You have to balance that with teaching the skills needed to understand the domain sufficiently to take over when the model gets things wrong.
What a ridiculous take. Just because solutions exist in the llm training data, doesn't make these problems 'toy' or 'easy'. The human 'engineering hardness' scale doesn't align with what an llm can and can't do.
As an employer, I want education to be robust from the ground up, not turn uni into an attempt to bootcamp whatever is hot today.

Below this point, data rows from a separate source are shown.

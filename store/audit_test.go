package store

import (
	"context"
	"errors"
	"fmt"
	"os"
	"os/exec"
	"strings"
	"testing"
)

// mustAudit finds a logbook sound.
func mustAudit(t testing.TB, lb *Logbook) Report {
	t.Helper()
	r, err := lb.Audit(context.Background(), nil)
	if err != nil {
		t.Fatal(err)
	}
	if !r.Sound() {
		t.Fatalf("the audit finds: %v and %d more", r.Damage, r.More)
	}
	return r
}

// varied fills a logbook with some of everything: trials with readings, repeats and waveforms, strikes, a decision, boards
// stated and corrected.
func varied(t testing.TB, lb *Logbook) {
	t.Helper()
	board := Board{Name: "Kestrel", DeviceV: 100, Note: "mill spindle drive", Revisions: []Revision{{Name: "A", Note: "long loop"}, {Name: "B"}}}
	if err := lb.AddBoard(t.Context(), board); err != nil {
		t.Fatal(err)
	}
	trials := logged(t, lb, 4)
	id, _ := mustAddWithWaveforms(t, lb)
	struck := example()
	struck.Board, struck.Struck = "Heron", "the clip slipped"
	mustAdd(t, lb, struck)
	mustDecide(t, lb, decided(trials...))
	if err := lb.Strike(t.Context(), id, "probe \\ fell\noff"); err != nil {
		t.Fatal(err)
	}
	board.DeviceV = 80
	if err := lb.CorrectBoard(t.Context(), board); err != nil {
		t.Fatal(err)
	}
}

func TestAuditOfASoundLogbook(t *testing.T) {
	lb := openTemp(t)
	if r := mustAudit(t, lb); r.Entries != 0 || len(r.Logbook) != 36 || len(r.Head) != 64 {
		t.Errorf("an empty logbook: %+v", r)
	}
	varied(t, lb)
	var told [][2]int64
	r, err := lb.Audit(t.Context(), func(done, all int64) { told = append(told, [2]int64{done, all}) })
	// Three of the four corrections are the board's first statement; the fourth is its rating.
	if err != nil || !r.Sound() || r.Trials != 6 || r.Strikes != 2 || r.Decisions != 1 || r.Corrections != 4 || r.Entries != 13 || r.Schema != 4 {
		t.Errorf("%+v, %v", r, err)
	}
	if len(told) != 1 || told[0] != [2]int64{13, 13} {
		t.Errorf("progress %v", told)
	}
	reader, err := OpenReadOnly(t.Context(), lb.Path())
	if err != nil {
		t.Fatal(err)
	}
	defer reader.Close()
	if again := mustAudit(t, reader); again.Head != r.Head {
		t.Errorf("read alone, its head is %s, not %s", again.Head, r.Head)
	}
}

func TestAuditOfALongLogbook(t *testing.T) {
	lb := openTemp(t)
	if _, err := lb.AddAll(t.Context(), many(2*auditChunk+100), nil); err != nil {
		t.Fatal(err)
	}
	mustAdd(t, lb, example())
	varied(t, lb)
	if r := mustAudit(t, lb); r.Trials != 2*auditChunk+107 {
		t.Errorf("%+v", r)
	}
	tamper(t, lb, fmt.Sprintf(`DROP TRIGGER chain_kept; DELETE FROM chain WHERE seq = %d`, auditChunk+1))
	r, err := lb.Audit(t.Context(), nil)
	if err != nil || r.Sound() || r.Damage[0].Entry != auditChunk+1 {
		t.Errorf("%+v, %v", r, err)
	}
}

// tamper changes the file behind the program's back.
func tamper(t testing.TB, lb *Logbook, script string) {
	t.Helper()
	conn, err := lb.db.Conn(t.Context())
	if err != nil {
		t.Fatal(err)
	}
	defer conn.Close()
	if _, err := conn.ExecContext(t.Context(), "PRAGMA foreign_keys = OFF; PRAGMA ignore_check_constraints = ON; "+script); err != nil {
		t.Fatal(err)
	}
	if _, err := conn.ExecContext(t.Context(), "PRAGMA foreign_keys = ON; PRAGMA ignore_check_constraints = OFF"); err != nil {
		t.Fatal(err)
	}
}

// TestAuditNamesWhatDiffers changes one thing at a time in a copy of the same logbook.
func TestAuditNamesWhatDiffers(t *testing.T) {
	for change, want := range map[string]string{
		`UPDATE trial SET note = 'another' WHERE seq = 2`:                                                                  "entry 5, trial %[2]s: it is not what was logged",
		`UPDATE trial SET logged_at = '2026-03-01T09:30:00.000000000Z' WHERE seq = 2`:                                      "entry 5, trial %[2]s: it is not what was logged",
		`UPDATE trial SET at = 'yesterday' WHERE seq = 2`:                                                                  "entry 5, trial %[2]s: its time \"yesterday\"",
		`UPDATE trial SET c = c * (1 + 1e-15) WHERE seq = 1`:                                                               "entry 4, trial %[1]s",
		`UPDATE trial SET revision = 99 WHERE seq = 1`:                                                                     "entry 4, trial %[1]s: the revision it names is not there",
		`UPDATE trial SET revision = 1 WHERE seq = 1`:                                                                      "entry 4, trial %[1]s",
		`UPDATE trial SET operating_point = NULL WHERE seq = 1`:                                                            "entry 4, trial %[1]s",
		`UPDATE session SET name = 'evening'`:                                                                              "entry 4, trial %[1]s",
		`UPDATE instrument SET idn = 'x' WHERE id = 2`:                                                                     "entry 4, trial %[1]s",
		`UPDATE operating_point SET bus_v = 47.5`:                                                                          "entry 4, trial %[1]s",
		`UPDATE reading SET value = 71.26 WHERE trial = 3 AND quantity = 'peak_v'`:                                         "entry 6, trial %[3]s",
		`UPDATE reading SET u = 1 WHERE trial = 3 AND quantity = 'peak_v'`:                                                 "entry 6, trial %[3]s",
		`UPDATE reading SET from_waveform = 1 WHERE trial = 3 AND quantity = 'peak_v'`:                                     "entry 6, trial %[3]s",
		`DELETE FROM reading WHERE trial = 3 AND quantity = 'temp_c'`:                                                      "entry 6, trial %[3]s",
		`INSERT INTO reading (trial, quantity, value) VALUES (3, 'bus_v', 48)`:                                             "entry 6, trial %[3]s",
		`UPDATE reading_repeat SET value = 1.9e6 WHERE trial = 4 AND n = 2`:                                                "entry 7, trial %[4]s",
		`UPDATE waveform SET interval_s = 5e-10 WHERE seq = 1`:                                                             "entry 8, trial %[5]s",
		`UPDATE waveform SET samples = x'00' WHERE seq = 1`:                                                                "entry 8, trial %[5]s: the samples of its waveform",
		`DELETE FROM waveform WHERE seq = 2`:                                                                               "entry 8, trial %[5]s",
		`UPDATE strike SET because = 'nothing' WHERE seq = 1`:                                                              "entry 10, strike",
		`UPDATE strike SET trial = 2 WHERE seq = 2`:                                                                        "entry 12, strike",
		`DELETE FROM strike WHERE seq = 1`:                                                                                 "entry 10, a strike: its row 1 is missing",
		`UPDATE decision SET peak_v = 74`:                                                                                  "entry 11, decision",
		`UPDATE decision SET recommendation = '{}'`:                                                                        "entry 11, decision",
		`DELETE FROM decision_trial WHERE trial = 2`:                                                                       "entry 11, decision",
		`UPDATE correction SET device_v = 120 WHERE seq = 1`:                                                               "entry 1, correction",
		`UPDATE board SET device_v = 120 WHERE id = 1`:                                                                     `board "Kestrel": its rating or note is not what was last stated`,
		`UPDATE revision SET note = 'x' WHERE id = 1`:                                                                      `board "Kestrel", revision "A": its rating`,
		`DELETE FROM trial WHERE seq = 2`:                                                                                  "entry 5, a trial: its row 2 is missing",
		`DELETE FROM trial WHERE seq = 6`:                                                                                  "entry 9, a trial: its row 6 is missing",
		`INSERT INTO strike (id, trial, at, because) SELECT replace(id, '-7', '-8'), 3, at, 'x' FROM strike WHERE seq = 1`: "strike %[7]s: it is not in the chain",
		`UPDATE chain SET link = zeroblob(32) WHERE seq = 5`:                                                               "entry 5, trial %[2]s",
		`UPDATE chain SET row = 3 WHERE seq = 5`:                                                                           "entry 5, trial %[2]s: it is not in the chain",
		`UPDATE chain SET kind = 'strike' WHERE seq = 5`:                                                                   "entry 5",
		`DELETE FROM chain WHERE seq = 5`:                                                                                  "entry 5",
		`DELETE FROM chain WHERE seq = 13`:                                                                                 "correction %[8]s: it is not in the chain",
		`UPDATE logbook SET id = replace(id, '-7', '-8')`:                                                                  "entry 1, correction",
		`UPDATE stretch SET newest = oldest; INSERT INTO stretch VALUES (6, '2026', '2027')`:                               "index of words",
		`PRAGMA writable_schema = 1; DELETE FROM sqlite_schema WHERE name = 'trial_by_time'; PRAGMA writable_schema = 0`:   "",
	} {
		lb := openTemp(t)
		varied(t, lb)
		var ids []any
		for trial, err := range lb.Trials(t.Context(), Scope{IncludeStruck: true}) {
			if err != nil {
				t.Fatal(err)
			}
			ids = append(ids, trial.ID)
		}
		byRow := ids[:0:0]
		rows, err := lb.db.QueryContext(t.Context(), `SELECT id FROM (SELECT id, seq FROM trial ORDER BY seq)
UNION ALL SELECT replace(id, '-7', '-8') FROM strike WHERE seq = 1 UNION ALL SELECT id FROM correction WHERE seq = 4`)
		if err != nil {
			t.Fatal(err)
		}
		for rows.Next() {
			var id string
			if err := rows.Scan(&id); err != nil {
				t.Fatal(err)
			}
			byRow = append(byRow, id)
		}
		rows.Close()
		tamper(t, lb, `DROP TRIGGER trial_stays; DROP TRIGGER trial_kept; DROP TRIGGER reading_stays; DROP TRIGGER reading_kept;
DROP TRIGGER reading_repeat_stays; DROP TRIGGER waveform_stays; DROP TRIGGER waveform_kept; DROP TRIGGER strike_stays; DROP TRIGGER strike_kept;
DROP TRIGGER decision_stays; DROP TRIGGER decision_trial_kept; DROP TRIGGER correction_stays; DROP TRIGGER chain_stays; DROP TRIGGER chain_kept; DROP TRIGGER logbook_stays; `+change)
		r, err := lb.Audit(t.Context(), nil)
		if err != nil {
			t.Errorf("%s: %v", change, err)
			continue
		}
		if want == "" {
			continue
		}
		if strings.Contains(want, "%") {
			want = strings.Split(fmt.Sprintf(want, byRow...), "%!(EXTRA")[0]
		}
		if r.Sound() || !strings.Contains(r.Damage[0].String(), want) {
			t.Errorf("%s:\n found %v\n want  %s first", change, r.Damage, want)
		}
	}
}

func TestAuditIsEnded(t *testing.T) {
	lb := openTemp(t)
	varied(t, lb)
	ctx, cancel := context.WithCancel(t.Context())
	cancel()
	if _, err := lb.Audit(ctx, nil); !errors.Is(err, context.Canceled) {
		t.Error(err)
	}
}

// TestChainAgainstPython has another program (testdata/chain.py) compute every link from the tables: of a logbook with some of
// everything and another merged into it, and of one moved forward from schema 3. It runs the Python that RINGBOOK_PYTHON names,
// /usr/bin/python3 where that is not set; where it is missing the test is skipped, unless RINGBOOK_CHECKS is "all".
func TestChainAgainstPython(t *testing.T) {
	python := os.Getenv("RINGBOOK_PYTHON")
	if python == "" {
		python = "/usr/bin/python3"
	}
	if err := exec.CommandContext(t.Context(), python, "-c", "import sqlite3").Run(); err != nil {
		if os.Getenv("RINGBOOK_CHECKS") == "all" {
			t.Fatalf("no %s with sqlite3: %v", python, err)
		}
		t.Skipf("no %s with sqlite3: %v", python, err)
	}
	full := bench(t, 20)
	mustMerge(t, full, bench(t, 5))
	for _, path := range []string{full.Path(), version(t, 3)} {
		lb, err := Open(t.Context(), path)
		if err != nil {
			t.Fatal(err)
		}
		r := mustAudit(t, lb)
		want := fmt.Sprintln(r.Logbook, r.Head, r.Entries)
		if err := lb.Close(); err != nil {
			t.Fatal(err)
		}
		out, err := exec.CommandContext(t.Context(), python, "testdata/chain.py", path).CombinedOutput()
		if err != nil || string(out) != want {
			t.Errorf("%v: it says\n%swant\n%s", err, out, want)
		}
	}
}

I don't think a 4 year postsecondary education is enough time to make a developer that can hit the ground running. Not if it's 100% of class time on CS theory. Nor if it were 4 years of vocational training and labwork that leaned heavy into AI. Nor some mix. We train on the job heavily, it's just not possible to fit everything into the sausage grinder.
So why not throw in some mandatory non-major electives? Take the time to do stuff that frustrates people who want uni to be a certificate mill. I don't care if green employees are experts at the exact narrow set of tools I use. I want them to be good at learning, and to have gotten most of the standard CS topics out of the way.